Cay Rademacher ist ein sehr fleissiger Krimiautor, allein in seiner Provence-Serie um Capitaine Roger Blanc sind bereits 11 Bände erschienen, er widmet sich aber auch historischen Stoffen wie z.B. in der Trümmermörder-Trilogie, die in Hamburg angesiedelt ist. Nun also ein Krimi, der in Köln spielt.

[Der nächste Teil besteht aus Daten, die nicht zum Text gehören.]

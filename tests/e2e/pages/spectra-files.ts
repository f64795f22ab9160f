/**
 * Band files for the browser tests, made by the engine's force-constant models (invented
 * materials) and written by our own writers: the same files a submitter would upload.
 */
import { buildModelSpectrum, type DefectName } from '@/lib/models/cli';
import type { Dispersion } from '@/lib/dispersion/types';
import type { ModelName } from '@/lib/models/catalogue';
import { writeColumns } from '@/lib/writers';

export function modelBandFile(model: ModelName, options: { points?: number; defect?: DefectName } = {}): Buffer {
  const d = buildModelSpectrum({ model, points: options.points, polar: false, defect: options.defect });
  return Buffer.from(writeColumns(d));
}

/** Any dispersion (a model with changed parameters, say) as the columns file a submitter would upload. */
export function bandFileOf(d: Dispersion): Buffer {
  return Buffer.from(writeColumns(d));
}
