import { expect, type Page } from '@playwright/test';

/** The signed-in frame: header, my groups on the home page, sign-out. */
export class Shell {
  constructor(private readonly page: Page) {}

  title() {
    return this.page.locator('main').getByTestId('page-title');
  }

  groupRow(slug: string) {
    return this.page.getByTestId(`group-${slug}`);
  }

  async expectHomeWithGroup(slug: string, role: string) {
    await expect(this.title()).toHaveText('My groups');
    await expect(this.groupRow(slug).getByTestId(`role-${role}`)).toBeVisible();
  }

  async signOut() {
    await this.page.getByTestId('sign-out').click();
    await expect(this.page).toHaveURL(/\/sign-in/);
  }

  async expectNotFound() {
    await expect(this.page.getByTestId('not-found')).toBeVisible();
  }
}
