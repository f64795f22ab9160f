import type { IncomingMessage, ServerResponse } from 'node:http';
import type { FakeContext } from './context';
import { HttpError, readJson, requireApiKey, sendJson } from './http-util';
import { parseRegistration } from './registry';

// The app's side of the ingest protocol: register route metadata, report callback results.

export async function handleRouteMetadata(ctx: FakeContext, req: IncomingMessage, res: ServerResponse): Promise<void> {
  requireApiKey(req, ctx.opts.apiKey);
  const reg = parseRegistration(await readJson(req));
  ctx.log(`route-metadata ${reg.callbackSlug} ${reg.isDev ? 'dev' : 'production'}: ${reg.fileKeys.join(', ')}`);
  if (!reg.isDev) {
    ctx.registry.register({ ...reg, devStream: null }, ctx.opts.devStreamTimeoutMs);
    return sendJson(res, 200, { ok: true });
  }
  // Dev mode: answer at once and keep the body open; one JSON line per finished file.
  res.writeHead(200, { 'content-type': 'application/jsonl', 'cache-control': 'no-cache' });
  res.flushHeaders();
  ctx.registry.register({ ...reg, devStream: res }, ctx.opts.devStreamTimeoutMs);
}

export async function handleCallbackResult(ctx: FakeContext, req: IncomingMessage, res: ServerResponse): Promise<void> {
  requireApiKey(req, ctx.opts.apiKey);
  const body = await readJson(req);
  if (typeof body.fileKey !== 'string') throw new HttpError(400, 'fileKey must be a string');
  const result = typeof body.error === 'string' ? { error: body.error } : { callbackData: body.callbackData ?? null };
  const waiting = ctx.registry.deliverResult(body.fileKey, result);
  // A replayed callback produces a second result with no PUT waiting: accepted, nothing to do.
  if (!waiting) ctx.log(`callback-result for ${body.fileKey}: no upload waiting`);
  sendJson(res, 200, { ok: true });
}
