import { createHash } from 'node:crypto';
import { createWriteStream } from 'node:fs';
import { mkdir, readFile, readdir, rename, rm, stat, writeFile } from 'node:fs/promises';
import path from 'node:path';
import { Transform, type Readable } from 'node:stream';
import { pipeline } from 'node:stream/promises';

// Files live as `<dir>/<key>` with metadata in `<dir>/<key>.json`. Bytes stream into `<key>.part`
// and are renamed only when complete and of the announced size, so a reader never sees half a file.

export interface StoredFile {
  key: string;
  name: string;
  size: number;
  type: string;
  customId: string | null;
  acl: string;
  contentDisposition: string;
  /** md5 hex of the content, as the hosted service reports it. */
  fileHash: string;
  uploadedAt: number;
}

export type NewFile = Omit<StoredFile, 'size' | 'fileHash' | 'uploadedAt'>;

export class SizeMismatch extends Error {
  constructor(
    readonly received: number,
    readonly expected: number,
  ) {
    super(received > expected ? `file is larger than the presigned size ${expected} bytes` : `file has ${received} bytes, presigned size is ${expected}`);
  }
}

export class FileStore {
  constructor(readonly dir: string) {}

  /** Creates the folder and removes parts left by an interrupted run. */
  async init(): Promise<void> {
    await mkdir(this.dir, { recursive: true });
    for (const name of await readdir(this.dir)) {
      if (name.endsWith('.part') || name.endsWith('.json.tmp')) await rm(path.join(this.dir, name), { force: true });
    }
  }

  dataPath(key: string): string {
    return path.join(this.dir, key);
  }

  /** Streams `source` to disk; refuses (and leaves nothing) when the byte count is not `expectedSize`. */
  async store(file: NewFile, source: Readable, expectedSize: number): Promise<StoredFile> {
    const part = `${this.dataPath(file.key)}.part`;
    const md5 = createHash('md5');
    let received = 0;
    // Past the announced size bytes are counted and dropped rather than failing mid-stream, so
    // the multipart parser keeps reading and the client still gets a clear answer.
    const meter = new Transform({
      transform(chunk: Buffer, _enc, done) {
        received += chunk.length;
        if (received > expectedSize) return done();
        md5.update(chunk);
        done(null, chunk);
      },
    });
    try {
      await pipeline(source, meter, createWriteStream(part));
      if (received !== expectedSize) throw new SizeMismatch(received, expectedSize);
      const stored: StoredFile = { ...file, size: received, fileHash: md5.digest('hex'), uploadedAt: Date.now() };
      await this.writeMeta(stored);
      await rename(part, this.dataPath(file.key));
      return stored;
    } catch (err) {
      await rm(part, { force: true });
      throw err;
    }
  }

  async get(key: string): Promise<StoredFile | null> {
    try {
      const [meta] = await Promise.all([readFile(`${this.dataPath(key)}.json`, 'utf8'), stat(this.dataPath(key))]);
      return JSON.parse(meta) as StoredFile;
    } catch {
      return null;
    }
  }

  async list(): Promise<StoredFile[]> {
    const names = await readdir(this.dir);
    const keys = names.filter((n) => n.endsWith('.json')).map((n) => n.slice(0, -'.json'.length));
    const files = await Promise.all(keys.map((k) => this.get(k)));
    return files.filter((f): f is StoredFile => f !== null).sort((a, b) => a.uploadedAt - b.uploadedAt || a.key.localeCompare(b.key));
  }

  async findByCustomId(customId: string): Promise<StoredFile | null> {
    return (await this.list()).find((f) => f.customId === customId) ?? null;
  }

  async update(key: string, patch: Partial<Pick<StoredFile, 'name' | 'acl'>>): Promise<boolean> {
    const file = await this.get(key);
    if (!file) return false;
    await this.writeMeta({ ...file, ...patch });
    return true;
  }

  async delete(key: string): Promise<boolean> {
    const existed = (await this.get(key)) !== null;
    await rm(this.dataPath(key), { force: true });
    await rm(`${this.dataPath(key)}.json`, { force: true });
    return existed;
  }

  private async writeMeta(file: StoredFile): Promise<void> {
    const target = `${this.dataPath(file.key)}.json`;
    await writeFile(`${target}.tmp`, JSON.stringify(file));
    await rename(`${target}.tmp`, target);
  }
}
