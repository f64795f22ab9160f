import { expect, type Locator, type Page } from '@playwright/test';

export class SignInPage {
  readonly email: Locator;
  readonly password: Locator;
  readonly submit: Locator;
  readonly error: Locator;
  readonly notice: Locator;
  readonly linkEmail: Locator;
  readonly linkSubmit: Locator;
  readonly linkError: Locator;

  constructor(private readonly page: Page) {
    this.email = page.getByTestId('signin-email');
    this.password = page.getByTestId('signin-password');
    this.submit = page.getByTestId('signin-submit');
    // Scoped to main: Next's route announcer is also role=alert.
    this.error = page.locator('main').getByTestId('signin-error');
    this.notice = page.locator('main').getByTestId('signin-notice');
    this.linkEmail = page.getByTestId('link-email');
    this.linkSubmit = page.getByTestId('link-submit');
    this.linkError = page.locator('main').getByTestId('link-error');
  }

  async goto(query = '') {
    await this.page.goto(`/sign-in${query}`);
    await expect(this.submit).toBeVisible();
  }

  async signInWithPassword(email: string, password: string) {
    await this.email.fill(email);
    await this.password.fill(password);
    await this.submit.click();
  }

  /** Signs in and waits until the board is shown. */
  async signIn(email: string, password: string) {
    await this.goto();
    await this.signInWithPassword(email, password);
    await expect(this.page.getByTestId('sign-out')).toBeVisible();
  }

  async askForLink(email: string) {
    await this.linkEmail.fill(email);
    await this.linkSubmit.click();
    await expect(this.page.getByTestId('check-email')).toBeVisible();
  }
}
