// Entry point: `tsx fakes/uploads/server.ts`, configured only by environment (scripts/env.sh).
import { optionsFromEnv } from './config';
import { startUploadFake } from './fake';

try {
  const options = optionsFromEnv();
  const fake = await startUploadFake({ ...options, log: (line) => console.log(`[uploads] ${line}`) });
  console.log(`[uploads] listening on ${fake.url}, files in ${options.dir}`);
  for (const signal of ['SIGINT', 'SIGTERM'] as const) {
    process.once(signal, () => void fake.close().then(() => process.exit(0)));
  }
} catch (err) {
  console.error(`[uploads] cannot start: ${(err as Error).message}`);
  process.exit(1);
}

Wir schreiben den März 1945: Köln ist von den Amerikanern besetzt, allerdings nur die linksrheinische Seite, die Brücke, die die Stadt mit dem anderen Ufer verbunden hat, wurde von der Wehrmacht in die Luft gesprengt. Immer wieder werden amerikanische Flugzeuge abgeschossen und ein junger amerikanischer Pilot konnte sich bei solche einem Abschuss mit dem Fallschirm retten. Er landet in der Ruine der Kölner Sankt Kolumba. Sein letzter Blick, bevor er erschossen wird, fällt auf eine Madonnenstatue. Es gibt einen Zeugen für diesen Lynchmord und der amerikanische Befehlshaber beauftragt den jungen Joe Salmon, eigentlich ein Kölner Jude, dem in letzter Sekunde die Emigration in die USA gelang. Joe beginnt mit der fast aussichtslosen Suche, aber er sucht noch nach zwei weiteren Menschen, mit denen er vor seiner Flucht eng verbunden war: Jakub, ebenfalls Jude und Hilda, das Mädchen, in das er hoffnungslos verliebt war…..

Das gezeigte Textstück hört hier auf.